DIRECTIONS: Print the following entries without any change.

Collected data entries
_ _ _ _
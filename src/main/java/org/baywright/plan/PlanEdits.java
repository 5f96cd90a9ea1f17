package org.baywright.plan;

import java.util.ArrayList;
import java.util.Collection;
import java.util.HashSet;
import java.util.List;
import java.util.Locale;
import java.util.Optional;
import java.util.Set;
import java.util.function.UnaryOperator;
_ _ _ _
ANSWER SPACE:
filename src/main/java/org/baywright/plan/PlanEdits.java
repository 5f96cd90a9ea1f17
package org.baywright.plan;

import java.util.ArrayList;
import java.util.Collection;
import java.util.HashSet;
import java.util.List;
import java.util.Locale;
import java.util.Optional;
import java.util.Set;
import java.util.function.UnaryOperator;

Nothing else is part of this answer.